» Exercise aim: In the entries below, find each line with the word "escaped" and return it.

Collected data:
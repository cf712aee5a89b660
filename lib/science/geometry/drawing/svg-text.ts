import type { DrawnView, FanDrawing } from "./drawn-view";

/** Colours of a drawing that stands alone: the sheet's, in its light print. */
const INK = "#1b2724";
const SOFT = "#5a6a64";
const PAPER = "#fdfcf7";

const escaped = (text: string): string => text.replaceAll("&", "&amp;").replaceAll("<", "&lt;").replaceAll(">", "&gt;");
const n = (value: number): string => String(Math.round(value * 100) / 100);

function group(view: DrawnView, x: number, y: number): string {
  const { textMm } = view;
  const line = textMm / 14;
  const outlines = view.outlines
    .map(
      ({ d, covers }) => `<path d="${d}" fill="${covers ? PAPER : "none"}" stroke="${INK}" stroke-width="${n(line)}"/>`,
    )
    .join("");
  const thin = (d: string, dash: string): string =>
    d && `<path d="${d}" fill="none" stroke="${SOFT}" stroke-width="${n(line / 2)}"${dash}/>`;
  const words = view.words
    .map(({ x: at, y: down, text, upright }) => {
      const turn = upright ? ` transform="rotate(-90 ${n(at)} ${n(down)})"` : "";
      return `<text x="${n(at)}" y="${n(down)}"${turn}>${escaped(text)}</text>`;
    })
    .join("");
  const dashes = (...parts: number[]): string =>
    ` stroke-dasharray="${parts.map((part) => n(part * textMm)).join(" ")}"`;
  return (
    `<g transform="translate(${n(x)} ${n(y)})"><title>${escaped(view.title)}</title>` +
    `<g stroke-linecap="round" stroke-linejoin="round">${outlines}</g>` +
    thin(view.centres, dashes(1.6, 0.3, 0.3, 0.3)) +
    thin(view.dashed, dashes(0.6, 0.4)) +
    thin(view.dimensions, "") +
    `<g fill="${INK}" font-family="Atkinson Hyperlegible Mono, monospace" font-size="${n(textMm)}" text-anchor="middle">${words}</g></g>`
  );
}

/** Both views side by side as one SVG document in true size (mm), the axis at one height in both. */
export function drawingSvg({ front, side }: Pick<FanDrawing, "front" | "side">): string {
  const gap = 2 * front.textMm;
  const width = front.width + gap + side.width;
  const top = Math.min(front.minY, side.minY);
  const height = Math.max(front.minY + front.height, side.minY + side.height) - top;
  return (
    `<svg xmlns="http://www.w3.org/2000/svg" width="${n(width)}mm" height="${n(height)}mm" viewBox="0 0 ${n(width)} ${n(height)}">` +
    `<rect width="100%" height="100%" fill="${PAPER}"/>` +
    group(front, -front.minX, -top) +
    group(side, front.width + gap - side.minX, -top) +
    "</svg>"
  );
}
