import type { SeenMesh } from "./view";

/** What is nearest to the eye at each pixel. Row 0 is the lowest. */
export interface DepthBuffer {
  readonly width: number;
  readonly height: number;
  /** Pixels in a millimetre. */
  readonly scale: number;
  /** View coordinates of the middle of pixel 0, 0. */
  readonly originX: number;
  readonly originY: number;
  /** Depth towards the eye, mm; −Infinity where nothing is. */
  readonly depth: Float32Array;
  /** Triangle seen there; −1 where nothing is. */
  readonly triangle: Int32Array;
}

const MARGIN = 3;

/** Extent of what the triangles use, in view coordinates; zero extents for a mesh without triangles. */
export function seenExtent({ x, y, triangles }: SeenMesh): { minX: number; minY: number; maxX: number; maxY: number } {
  let [minX, minY, maxX, maxY] = [Infinity, Infinity, -Infinity, -Infinity];
  for (const v of triangles) {
    const [px, py] = [x[v] ?? 0, y[v] ?? 0];
    if (px < minX) minX = px;
    if (px > maxX) maxX = px;
    if (py < minY) minY = py;
    if (py > maxY) maxY = py;
  }
  return triangles.length === 0 ? { minX: 0, minY: 0, maxX: 0, maxY: 0 } : { minX, minY, maxX, maxY };
}

/** Draws every triangle into a depth buffer whose longer side has `pixels`, by spans: row by row, from edge to edge. */
export function fillDepth(seen: SeenMesh, pixels: number): DepthBuffer {
  const { minX, minY, maxX, maxY } = seenExtent(seen);
  const scale = (pixels - 2 * MARGIN) / Math.max(maxX - minX, maxY - minY, 1e-9);
  const width = Math.ceil((maxX - minX) * scale) + 2 * MARGIN;
  const height = Math.ceil((maxY - minY) * scale) + 2 * MARGIN;
  const buffer: DepthBuffer = {
    width,
    height,
    scale,
    originX: minX - MARGIN / scale,
    originY: minY - MARGIN / scale,
    depth: new Float32Array(width * height).fill(-Infinity),
    triangle: new Int32Array(width * height).fill(-1),
  };
  const count = seen.triangles.length / 3;
  for (let t = 0; t < count; t++) fillTriangle(buffer, seen, t);
  return buffer;
}

function fillTriangle(buffer: DepthBuffer, seen: SeenMesh, t: number): void {
  const { width, height, scale, originX, originY, depth, triangle } = buffer;
  const a = seen.triangles[3 * t] ?? 0;
  const b = seen.triangles[3 * t + 1] ?? 0;
  const c = seen.triangles[3 * t + 2] ?? 0;
  const ax = ((seen.x[a] ?? 0) - originX) * scale;
  const ay = ((seen.y[a] ?? 0) - originY) * scale;
  const bx = ((seen.x[b] ?? 0) - originX) * scale;
  const by = ((seen.y[b] ?? 0) - originY) * scale;
  const cx = ((seen.x[c] ?? 0) - originX) * scale;
  const cy = ((seen.y[c] ?? 0) - originY) * scale;
  const twice = (bx - ax) * (cy - ay) - (cx - ax) * (by - ay);
  // Seen edge on it covers nothing; its edges are drawn all the same.
  if (Math.abs(twice) < 1e-9) return;
  const [ad, bd, cd] = [seen.depth[a] ?? 0, seen.depth[b] ?? 0, seen.depth[c] ?? 0];
  const dx = ((bd - ad) * (cy - ay) - (cd - ad) * (by - ay)) / twice;
  const dy = ((cd - ad) * (bx - ax) - (bd - ad) * (cx - ax)) / twice;
  const nearest = Math.max(ad, bd, cd);
  const low = Math.max(0, Math.ceil(Math.min(ay, by, cy)));
  const high = Math.min(height - 1, Math.floor(Math.max(ay, by, cy)));
  for (let row = low; row <= high; row++) {
    // Where the row cuts the sides; a level side is met at its ends by the others.
    const p = crossing(ax, ay, bx, by, row);
    const q = crossing(bx, by, cx, cy, row);
    const r = crossing(cx, cy, ax, ay, row);
    const from = Math.min(p, q, r);
    const to = Math.max(p === Infinity ? -p : p, q === Infinity ? -q : q, r === Infinity ? -r : r);
    const first = Math.max(0, Math.ceil(from));
    const last = Math.min(width - 1, Math.floor(to));
    let at = row * width + first;
    let d = ad + (first - ax) * dx + (row - ay) * dy;
    for (let column = first; column <= last; column++, at++, d += dx) {
      // Steep triangles would overshoot their own corners by rounding.
      const here = d > nearest ? nearest : d;
      if (here > (depth[at] ?? 0)) {
        depth[at] = here;
        triangle[at] = t;
      }
    }
  }
}

/** Where the line from p to q is at a height, or Infinity where it isn't. */
function crossing(px: number, py: number, qx: number, qy: number, row: number): number {
  if (py === qy || (row < py && row < qy) || (row > py && row > qy)) return Infinity;
  return px + ((qx - px) * (row - py)) / (qy - py);
}
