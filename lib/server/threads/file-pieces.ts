import { createReadStream } from "node:fs";

/** A file of this machine in pieces, each time from its start; memory doesn't grow with it. */
export function filePieces(file: string, pieceBytes = 1 << 20): () => AsyncGenerator<Uint8Array> {
  return async function* pieces() {
    for await (const piece of createReadStream(file, { highWaterMark: pieceBytes })) {
      if (piece instanceof Uint8Array) yield piece;
    }
  };
}
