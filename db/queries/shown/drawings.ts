import type { Handle } from "../../client/connect";

export interface ShownDrawing {
  entryId: string;
  attachmentId: string;
  name: string;
  bytes: number;
  kind: string;
  readerVersion: string;
  drawing: unknown;
  thumbnail: unknown;
}

/** The newest drawing of a public entry's newest model that has one, with the file that it is drawn from. */
export async function shownDrawingOfEntry(
  db: Handle,
  { entryId }: { entryId: string },
): Promise<ShownDrawing | undefined> {
  return db("shown.mesh_drawing as d")
    .join("shown.entry as e", "e.revision_id", "d.revision_id")
    .join("shown.attachment as a", "a.id", "d.attachment_id")
    .where("e.entry_id", entryId)
    .orderBy([
      { column: "d.ordinal", order: "desc" },
      { column: "d.at", order: "desc" },
    ])
    .first<ShownDrawing | undefined>({
      entryId: "e.entry_id",
      attachmentId: "a.id",
      name: "a.name",
      bytes: "a.bytes",
      kind: "a.kind",
      readerVersion: "d.reader_version",
      drawing: "d.drawing",
      thumbnail: "d.thumbnail",
    });
}
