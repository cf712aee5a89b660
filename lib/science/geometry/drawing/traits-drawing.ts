import { pathOf, type FanDrawing } from "./drawn-view";
import { dimensionedFront, dimensionedSide, textHeightMm, type DimensionedRotor } from "./fan-dimensions";
import { bladeDepthMm, frontBlades, sideBlades, type TraitBlades } from "./trait-blades";

/** A rotor as declared. Lengths in mm, angles in degrees from the plane of rotation. */
export interface DeclaredRotor {
  readonly blades: number;
  readonly hand: "right" | "left";
  readonly hubDiameterMm: number;
  readonly tipDiameterMm: number;
  /** Undefined where it wasn't declared: the blades' own depth is drawn then, and none is written. */
  readonly axialDepthMm?: number;
  readonly pitchMidDeg: number;
  readonly chordMidMm: number;
  readonly shroud: boolean;
}

/** A fan as declared: rotors from the inlet on. */
export interface DeclaredFan {
  readonly rotors: readonly DeclaredRotor[];
  /** Free length between neighbouring rotors, mm. */
  readonly spacerMm: number;
  readonly inletStackMm: number;
}

/** Width of a ring that is only declared to be there, mm (house value). */
const RING_MM = 1.6;
const CIRCLE_STEPS = 96;

function circle(radius: number): number[] {
  const out: number[] = [];
  for (let k = 0; k <= CIRCLE_STEPS; k++) {
    const angle = (2 * Math.PI * k) / CIRCLE_STEPS;
    out.push(radius * Math.cos(angle), radius * Math.sin(angle));
  }
  return out;
}

const rectangle = (fromX: number, toX: number, half: number): string =>
  `${pathOf([fromX, -half, toX, -half, toX, half, fromX, half])}Z`;

const bladesOf = (rotor: DeclaredRotor): TraitBlades => ({
  ...rotor,
  hubRadiusMm: rotor.hubDiameterMm / 2,
  tipRadiusMm: rotor.tipDiameterMm / 2,
});

/**
 * Front (from the inlet) and side view of a fan drawn from declared traits alone: plain helical blades, a plain hub, a
 * ring where one is declared; an inlet stack is a dashed box. A picture of the traits, not of the part; it says so in
 * `from`. Undefined without a rotor, or where a rotor's diameters, depth or blades don't make one.
 */
export function drawingOfTraits(fan: DeclaredFan): FanDrawing | undefined {
  const [first] = fan.rotors;
  if (!first || !fan.rotors.every(isDrawable)) return undefined;
  const placed = place(fan);
  const outer = Math.max(...placed.map((rotor) => rotor.sweptDiameterMm)) / 2;
  const extent = { minX: -outer, minY: -outer, maxX: outer, maxY: outer };
  const ring = first.shroud ? [circle(first.tipDiameterMm / 2 + RING_MM), circle(first.tipDiameterMm / 2)] : [];
  const front = {
    ...extent,
    outlines: [...ring, ...frontBlades(bladesOf(first)), circle(first.hubDiameterMm / 2)].map((line) => ({
      d: pathOf(line),
      covers: false,
    })),
  };
  const length = placed.at(-1)?.toMm ?? 0;
  const side = {
    minX: -fan.inletStackMm,
    maxX: length,
    minY: -outer,
    maxY: outer,
    outlines: fan.rotors.flatMap((rotor, index) => sideOutlines(rotor, placed[index])),
    dashed: fan.inletStackMm > 0 ? rectangle(-fan.inletStackMm, 0, outer) : "",
  };
  const textMm = textHeightMm(front);
  return {
    front: dimensionedFront(front, placed, textMm),
    side: dimensionedSide(
      side,
      placed,
      textMm,
      fan.rotors.every((rotor) => rotor.axialDepthMm !== undefined),
    ),
    from: "traits",
  };
}

const isDrawable = (rotor: DeclaredRotor): boolean =>
  rotor.blades >= 1 &&
  rotor.hubDiameterMm > 0 &&
  rotor.tipDiameterMm > rotor.hubDiameterMm &&
  (rotor.axialDepthMm ?? 1) > 0 &&
  rotor.chordMidMm > 0 &&
  rotor.pitchMidDeg > 0 &&
  rotor.pitchMidDeg < 90;

/** Rotors one after the other from height 0, the spacer between them. */
function place({ rotors, spacerMm }: DeclaredFan): DimensionedRotor[] {
  let from = 0;
  return rotors.map((rotor) => {
    const fromMm = from;
    const toMm = fromMm + (rotor.axialDepthMm ?? bladeDepthMm(bladesOf(rotor)));
    from = toMm + spacerMm;
    return { ...rotor, sweptDiameterMm: rotor.tipDiameterMm + (rotor.shroud ? 2 * RING_MM : 0), fromMm, toMm };
  });
}

function sideOutlines(rotor: DeclaredRotor, at: DimensionedRotor | undefined) {
  const [from, to] = [at?.fromMm ?? 0, at?.toMm ?? 0];
  const { behind, before } = sideBlades(bladesOf(rotor), (from + to) / 2, (to - from) / 2);
  const cover = (line: readonly number[]) => ({ d: `${pathOf(line)}Z`, covers: true });
  const hub = { d: rectangle(from, to, rotor.hubDiameterMm / 2), covers: true };
  const ring = { d: rectangle(from, to, rotor.tipDiameterMm / 2 + RING_MM), covers: true };
  return rotor.shroud ? [ring] : [...behind.map(cover), hub, ...before.map(cover)];
}
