import path from "node:path";
import { pathToFileURL } from "node:url";
import { Worker } from "node:worker_threads";
import { Refusal } from "@/lib/science/refusal";
import { hearThread } from "./hear-thread";

/** What a thread says: how far it is, what it found, or why it can't. */
export type ThreadSaid =
  | { kind: "progress"; done: number }
  | { kind: "done"; result: unknown }
  | { kind: "refused"; code: string; message: string; at: string | number | undefined };

export interface ThreadControl {
  /** Told now and then. */
  onProgress?: (done: number) => void;
  /** Ends the thread at once when it is aborted. */
  signal?: AbortSignal;
  withinMs: number;
  /** Heap in MB; typed arrays lie outside it. */
  heapMaxMb: number;
}

/** So many threads run at once in a process; further ones wait for their turn. */
const mostAtOnce = 2;
let running = 0;
const waiting: (() => void)[] = [];

/**
 * Runs a module of the house in a thread of its own, in bounded time and memory; the process goes on whatever the input
 * does to the thread. Its result comes as plain data, for the caller to check.
 *
 * @param file the module's path from the root of the house; it works on `workerData` and answers by ThreadSaid
 * @throws Refusal with the module's reason; codes "cancelled", "time-limit" and "memory-limit" where it was ended
 */
export async function runThread(file: string, order: unknown, control: ThreadControl): Promise<unknown> {
  if (running < mostAtOnce) running += 1;
  else await new Promise<void>((turn) => waiting.push(turn));
  try {
    return await start(file, order, control);
  } finally {
    // The place is handed on, so that nobody who comes in between takes it.
    const next = waiting.shift();
    if (next) next();
    else running -= 1;
  }
}

/** A thread doesn't inherit what lets its process run TypeScript, so it sets that up itself. */
function startScript(file: string): string {
  const address = pathToFileURL(path.join(/* turbopackIgnore: true */ process.cwd(), file)).href;
  return `import("tsx/esm/api").then(({ register }) => { register(); return import(${JSON.stringify(address)}); });`;
}

/** Starts a module of the house in a thread; whoever starts it ends it. */
export function startThread(file: string, order: unknown, heapMaxMb: number): Worker {
  return new Worker(startScript(file), {
    eval: true,
    workerData: order,
    execArgv: [],
    resourceLimits: { maxOldGenerationSizeMb: heapMaxMb },
  });
}

function start(file: string, order: unknown, control: ThreadControl): Promise<unknown> {
  const { onProgress, signal, withinMs, heapMaxMb } = control;
  const thread = startThread(file, order, heapMaxMb);
  return hearThread<ThreadSaid, unknown>(
    thread,
    { signal, withinMs, what: "file" },
    {
      onSaid(said, { resolve, reject }) {
        if (said.kind === "progress") onProgress?.(said.done);
        else if (said.kind === "refused") reject(new Refusal(said.code, said.message, said.at));
        else resolve(said.result);
      },
    },
  );
}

» Output of the exercise:
const escaped = (text: string): string => text.replaceAll("&", "&amp;").replaceAll("<", "&lt;").replaceAll(">", "&gt;");
      return `<text x="${n(at)}" y="${n(down)}"${turn}>${escaped(text)}</text>`;
    `<g transform="translate(${n(x)} ${n(y)})"><title>${escaped(view.title)}</title>` +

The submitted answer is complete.